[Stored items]

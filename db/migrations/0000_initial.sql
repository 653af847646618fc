CREATE TABLE `api_tokens` (
	`id` bigint unsigned AUTO_INCREMENT NOT NULL,
	`name` varchar(100) NOT NULL,
	`user_id` bigint unsigned NOT NULL,
	`token_sha256` char(64) NOT NULL,
	`created_at` datetime(3) NOT NULL DEFAULT CURRENT_TIMESTAMP(3),
	`last_used_at` datetime(3),
	`expires_at` datetime(3),
	`revoked_at` datetime(3),
	CONSTRAINT `api_tokens_id` PRIMARY KEY(`id`),
	CONSTRAINT `api_tokens_token_sha256_unique` UNIQUE(`token_sha256`)
);
--> statement-breakpoint
CREATE TABLE `artwork_revisions` (
	`id` bigint unsigned AUTO_INCREMENT NOT NULL,
	`job_id` bigint unsigned NOT NULL,
	`revision` int unsigned NOT NULL,
	`source_key` varchar(512) NOT NULL,
	`source_sha256` char(64) NOT NULL,
	`original_filename` varchar(255) NOT NULL DEFAULT '',
	`byte_size` bigint unsigned NOT NULL DEFAULT 0,
	`page_count` smallint unsigned NOT NULL DEFAULT 1,
	`page_width_um` int unsigned NOT NULL,
	`page_height_um` int unsigned NOT NULL,
	`page_box` varchar(16) NOT NULL DEFAULT 'TrimBox',
	`ups_rows` smallint unsigned NOT NULL DEFAULT 1,
	`ups_columns` smallint unsigned NOT NULL DEFAULT 1,
	`ups_area_x_um` int unsigned,
	`ups_area_y_um` int unsigned,
	`ups_area_w_um` int unsigned,
	`ups_area_h_um` int unsigned,
	`status` enum('draft','approved','superseded') NOT NULL DEFAULT 'draft',
	`uploaded_by` bigint unsigned,
	`approved_by` bigint unsigned,
	`approved_at` datetime(3),
	`raster_status` enum('none','pending','ready','failed') NOT NULL DEFAULT 'none',
	`raster_dpi` smallint unsigned,
	`raster_keys` json,
	`raster_error` text,
	`created_at` datetime(3) NOT NULL DEFAULT CURRENT_TIMESTAMP(3),
	`updated_at` datetime(3) NOT NULL DEFAULT CURRENT_TIMESTAMP(3),
	CONSTRAINT `artwork_revisions_id` PRIMARY KEY(`id`),
	CONSTRAINT `artwork_revisions_job_revision_uq` UNIQUE(`job_id`,`revision`)
);
--> statement-breakpoint
CREATE TABLE `audit_events` (
	`id` bigint unsigned AUTO_INCREMENT NOT NULL,
	`actor_id` bigint unsigned,
	`action` varchar(64) NOT NULL,
	`subject_type` varchar(32) NOT NULL,
	`subject_id` varchar(64) NOT NULL,
	`at` datetime(3) NOT NULL DEFAULT CURRENT_TIMESTAMP(3),
	`details` json,
	CONSTRAINT `audit_events_id` PRIMARY KEY(`id`)
);
--> statement-breakpoint
CREATE TABLE `customers` (
	`id` bigint unsigned AUTO_INCREMENT NOT NULL,
	`name` varchar(200) NOT NULL,
	`created_at` datetime(3) NOT NULL DEFAULT CURRENT_TIMESTAMP(3),
	`updated_at` datetime(3) NOT NULL DEFAULT CURRENT_TIMESTAMP(3),
	CONSTRAINT `customers_id` PRIMARY KEY(`id`),
	CONSTRAINT `customers_name_unique` UNIQUE(`name`)
);
--> statement-breakpoint
CREATE TABLE `findings` (
	`id` bigint unsigned AUTO_INCREMENT NOT NULL,
	`inspection_id` bigint unsigned NOT NULL,
	`x_um` int NOT NULL,
	`y_um` int NOT NULL,
	`w_um` int unsigned NOT NULL,
	`h_um` int unsigned NOT NULL,
	`area_um2` bigint unsigned NOT NULL,
	`delta_e00_mean` double NOT NULL,
	`delta_e00_max` double NOT NULL,
	`kind` enum('extra_ink','missing_ink','colour_shift') NOT NULL,
	`up_index` smallint unsigned,
	`crop_artwork_key` varchar(512),
	`crop_scan_key` varchar(512),
	`crop_difference_key` varchar(512),
	`decision` enum('pending','accepted','rejected') NOT NULL DEFAULT 'pending',
	`decided_by` bigint unsigned,
	`decided_at` datetime(3),
	`comment` text,
	`version` int unsigned NOT NULL DEFAULT 0,
	`created_at` datetime(3) NOT NULL DEFAULT CURRENT_TIMESTAMP(3),
	CONSTRAINT `findings_id` PRIMARY KEY(`id`)
);
--> statement-breakpoint
CREATE TABLE `inspections` (
	`id` bigint unsigned AUTO_INCREMENT NOT NULL,
	`scan_id` bigint unsigned NOT NULL,
	`artwork_revision_id` bigint unsigned NOT NULL,
	`tolerance_profile_id` bigint unsigned NOT NULL,
	`status` enum('queued','running','done','failed') NOT NULL DEFAULT 'queued',
	`stage` varchar(32),
	`progress_percent` tinyint unsigned NOT NULL DEFAULT 0,
	`error_code` varchar(64),
	`error_message` text,
	`rotation_deg` double,
	`scale` double,
	`tx_um` int,
	`ty_um` int,
	`residual_um` int unsigned,
	`correlation` double,
	`covered_x_um` int,
	`covered_y_um` int,
	`covered_w_um` int unsigned,
	`covered_h_um` int unsigned,
	`drift_delta_e00` double,
	`verdict` enum('pending','passed','failed') NOT NULL DEFAULT 'pending',
	`signed_by` bigint unsigned,
	`signed_at` datetime(3),
	`signature` text,
	`timings_ms` json,
	`attempts` smallint unsigned NOT NULL DEFAULT 0,
	`version` int unsigned NOT NULL DEFAULT 0,
	`created_at` datetime(3) NOT NULL DEFAULT CURRENT_TIMESTAMP(3),
	`started_at` datetime(3),
	`finished_at` datetime(3),
	`updated_at` datetime(3) NOT NULL DEFAULT CURRENT_TIMESTAMP(3),
	CONSTRAINT `inspections_id` PRIMARY KEY(`id`)
);
--> statement-breakpoint
CREATE TABLE `jobs` (
	`id` bigint unsigned AUTO_INCREMENT NOT NULL,
	`customer_id` bigint unsigned NOT NULL,
	`job_number` varchar(32) NOT NULL,
	`title` varchar(200) NOT NULL,
	`stock` varchar(200) NOT NULL DEFAULT '',
	`press` varchar(100) NOT NULL DEFAULT '',
	`status` enum('prepress','on_press','completed','cancelled') NOT NULL DEFAULT 'prepress',
	`artwork_dpi` smallint unsigned NOT NULL DEFAULT 300,
	`ups_rows` smallint unsigned NOT NULL DEFAULT 1,
	`ups_columns` smallint unsigned NOT NULL DEFAULT 1,
	`created_by` bigint unsigned,
	`created_at` datetime(3) NOT NULL DEFAULT CURRENT_TIMESTAMP(3),
	`updated_at` datetime(3) NOT NULL DEFAULT CURRENT_TIMESTAMP(3),
	CONSTRAINT `jobs_id` PRIMARY KEY(`id`),
	CONSTRAINT `jobs_job_number_unique` UNIQUE(`job_number`)
);
--> statement-breakpoint
CREATE TABLE `scans` (
	`id` bigint unsigned AUTO_INCREMENT NOT NULL,
	`job_id` bigint unsigned NOT NULL,
	`artwork_revision_id` bigint unsigned NOT NULL,
	`sheet_number` int unsigned,
	`object_key` varchar(512) NOT NULL,
	`sha256` char(64) NOT NULL,
	`dpi` smallint unsigned NOT NULL,
	`byte_size` bigint unsigned NOT NULL,
	`original_filename` varchar(255) NOT NULL DEFAULT '',
	`content_type` varchar(100) NOT NULL DEFAULT '',
	`uploaded_by` bigint unsigned,
	`created_at` datetime(3) NOT NULL DEFAULT CURRENT_TIMESTAMP(3),
	CONSTRAINT `scans_id` PRIMARY KEY(`id`),
	CONSTRAINT `scans_job_sha256_uq` UNIQUE(`job_id`,`sha256`)
);
--> statement-breakpoint
CREATE TABLE `tolerance_profiles` (
	`id` bigint unsigned AUTO_INCREMENT NOT NULL,
	`name` varchar(64) NOT NULL,
	`label` varchar(200) NOT NULL,
	`min_defect_um` int unsigned NOT NULL,
	`delta_e00_threshold` double NOT NULL,
	`registration_tolerance_um` int unsigned NOT NULL,
	`excluded_areas_mm` json NOT NULL,
	`builtin` boolean NOT NULL DEFAULT false,
	`created_at` datetime(3) NOT NULL DEFAULT CURRENT_TIMESTAMP(3),
	`updated_at` datetime(3) NOT NULL DEFAULT CURRENT_TIMESTAMP(3),
	CONSTRAINT `tolerance_profiles_id` PRIMARY KEY(`id`),
	CONSTRAINT `tolerance_profiles_name_unique` UNIQUE(`name`)
);
--> statement-breakpoint
CREATE TABLE `user_invites` (
	`id` bigint unsigned AUTO_INCREMENT NOT NULL,
	`user_id` bigint unsigned NOT NULL,
	`token_sha256` char(64) NOT NULL,
	`created_by` bigint unsigned,
	`created_at` datetime(3) NOT NULL DEFAULT CURRENT_TIMESTAMP(3),
	`expires_at` datetime(3) NOT NULL,
	`used_at` datetime(3),
	CONSTRAINT `user_invites_id` PRIMARY KEY(`id`),
	CONSTRAINT `user_invites_token_sha256_unique` UNIQUE(`token_sha256`)
);
--> statement-breakpoint
CREATE TABLE `users` (
	`id` bigint unsigned AUTO_INCREMENT NOT NULL,
	`email` varchar(254) NOT NULL,
	`name` varchar(200) NOT NULL,
	`password_hash` varchar(255),
	`role` enum('admin','prepress','qa','reviewer','customer') NOT NULL,
	`customer_id` bigint unsigned,
	`disabled` boolean NOT NULL DEFAULT false,
	`last_sign_in_at` datetime(3),
	`created_at` datetime(3) NOT NULL DEFAULT CURRENT_TIMESTAMP(3),
	`updated_at` datetime(3) NOT NULL DEFAULT CURRENT_TIMESTAMP(3),
	CONSTRAINT `users_id` PRIMARY KEY(`id`),
	CONSTRAINT `users_email_unique` UNIQUE(`email`)
);
--> statement-breakpoint
ALTER TABLE `api_tokens` ADD CONSTRAINT `api_tokens_user_id_users_id_fk` FOREIGN KEY (`user_id`) REFERENCES `users`(`id`) ON DELETE no action ON UPDATE no action;--> statement-breakpoint
ALTER TABLE `artwork_revisions` ADD CONSTRAINT `artwork_revisions_job_id_jobs_id_fk` FOREIGN KEY (`job_id`) REFERENCES `jobs`(`id`) ON DELETE no action ON UPDATE no action;--> statement-breakpoint
ALTER TABLE `artwork_revisions` ADD CONSTRAINT `artwork_revisions_uploaded_by_users_id_fk` FOREIGN KEY (`uploaded_by`) REFERENCES `users`(`id`) ON DELETE no action ON UPDATE no action;--> statement-breakpoint
ALTER TABLE `artwork_revisions` ADD CONSTRAINT `artwork_revisions_approved_by_users_id_fk` FOREIGN KEY (`approved_by`) REFERENCES `users`(`id`) ON DELETE no action ON UPDATE no action;--> statement-breakpoint
ALTER TABLE `audit_events` ADD CONSTRAINT `audit_events_actor_id_users_id_fk` FOREIGN KEY (`actor_id`) REFERENCES `users`(`id`) ON DELETE no action ON UPDATE no action;--> statement-breakpoint
ALTER TABLE `findings` ADD CONSTRAINT `findings_inspection_id_inspections_id_fk` FOREIGN KEY (`inspection_id`) REFERENCES `inspections`(`id`) ON DELETE no action ON UPDATE no action;--> statement-breakpoint
ALTER TABLE `findings` ADD CONSTRAINT `findings_decided_by_users_id_fk` FOREIGN KEY (`decided_by`) REFERENCES `users`(`id`) ON DELETE no action ON UPDATE no action;--> statement-breakpoint
ALTER TABLE `inspections` ADD CONSTRAINT `inspections_scan_id_scans_id_fk` FOREIGN KEY (`scan_id`) REFERENCES `scans`(`id`) ON DELETE no action ON UPDATE no action;--> statement-breakpoint
ALTER TABLE `inspections` ADD CONSTRAINT `inspections_artwork_revision_id_artwork_revisions_id_fk` FOREIGN KEY (`artwork_revision_id`) REFERENCES `artwork_revisions`(`id`) ON DELETE no action ON UPDATE no action;--> statement-breakpoint
ALTER TABLE `inspections` ADD CONSTRAINT `inspections_tolerance_profile_id_tolerance_profiles_id_fk` FOREIGN KEY (`tolerance_profile_id`) REFERENCES `tolerance_profiles`(`id`) ON DELETE no action ON UPDATE no action;--> statement-breakpoint
ALTER TABLE `inspections` ADD CONSTRAINT `inspections_signed_by_users_id_fk` FOREIGN KEY (`signed_by`) REFERENCES `users`(`id`) ON DELETE no action ON UPDATE no action;--> statement-breakpoint
ALTER TABLE `jobs` ADD CONSTRAINT `jobs_customer_id_customers_id_fk` FOREIGN KEY (`customer_id`) REFERENCES `customers`(`id`) ON DELETE no action ON UPDATE no action;--> statement-breakpoint
ALTER TABLE `jobs` ADD CONSTRAINT `jobs_created_by_users_id_fk` FOREIGN KEY (`created_by`) REFERENCES `users`(`id`) ON DELETE no action ON UPDATE no action;--> statement-breakpoint
ALTER TABLE `scans` ADD CONSTRAINT `scans_job_id_jobs_id_fk` FOREIGN KEY (`job_id`) REFERENCES `jobs`(`id`) ON DELETE no action ON UPDATE no action;--> statement-breakpoint
ALTER TABLE `scans` ADD CONSTRAINT `scans_artwork_revision_id_artwork_revisions_id_fk` FOREIGN KEY (`artwork_revision_id`) REFERENCES `artwork_revisions`(`id`) ON DELETE no action ON UPDATE no action;--> statement-breakpoint
ALTER TABLE `scans` ADD CONSTRAINT `scans_uploaded_by_users_id_fk` FOREIGN KEY (`uploaded_by`) REFERENCES `users`(`id`) ON DELETE no action ON UPDATE no action;--> statement-breakpoint
ALTER TABLE `user_invites` ADD CONSTRAINT `user_invites_user_id_users_id_fk` FOREIGN KEY (`user_id`) REFERENCES `users`(`id`) ON DELETE no action ON UPDATE no action;--> statement-breakpoint
ALTER TABLE `user_invites` ADD CONSTRAINT `user_invites_created_by_users_id_fk` FOREIGN KEY (`created_by`) REFERENCES `users`(`id`) ON DELETE no action ON UPDATE no action;--> statement-breakpoint
ALTER TABLE `users` ADD CONSTRAINT `users_customer_id_customers_id_fk` FOREIGN KEY (`customer_id`) REFERENCES `customers`(`id`) ON DELETE no action ON UPDATE no action;--> statement-breakpoint
CREATE INDEX `api_tokens_user_idx` ON `api_tokens` (`user_id`);--> statement-breakpoint
CREATE INDEX `audit_events_subject_idx` ON `audit_events` (`subject_type`,`subject_id`);--> statement-breakpoint
CREATE INDEX `audit_events_at_idx` ON `audit_events` (`at`);--> statement-breakpoint
CREATE INDEX `findings_inspection_idx` ON `findings` (`inspection_id`);--> statement-breakpoint
CREATE INDEX `inspections_scan_idx` ON `inspections` (`scan_id`);--> statement-breakpoint
CREATE INDEX `inspections_status_idx` ON `inspections` (`status`);--> statement-breakpoint
CREATE INDEX `jobs_customer_idx` ON `jobs` (`customer_id`);--> statement-breakpoint
CREATE INDEX `scans_artwork_revision_idx` ON `scans` (`artwork_revision_id`);--> statement-breakpoint
CREATE INDEX `user_invites_user_idx` ON `user_invites` (`user_id`);--> statement-breakpoint
CREATE INDEX `users_customer_idx` ON `users` (`customer_id`);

Aim of the exercise: Find the word "double" in the records. Copy every line it appears in.

Solution to this task:
	`delta_e00_mean` double NOT NULL,
	`delta_e00_max` double NOT NULL,
	`rotation_deg` double,
	`scale` double,
	`correlation` double,
	`drift_delta_e00` double,
	`delta_e00_threshold` double NOT NULL,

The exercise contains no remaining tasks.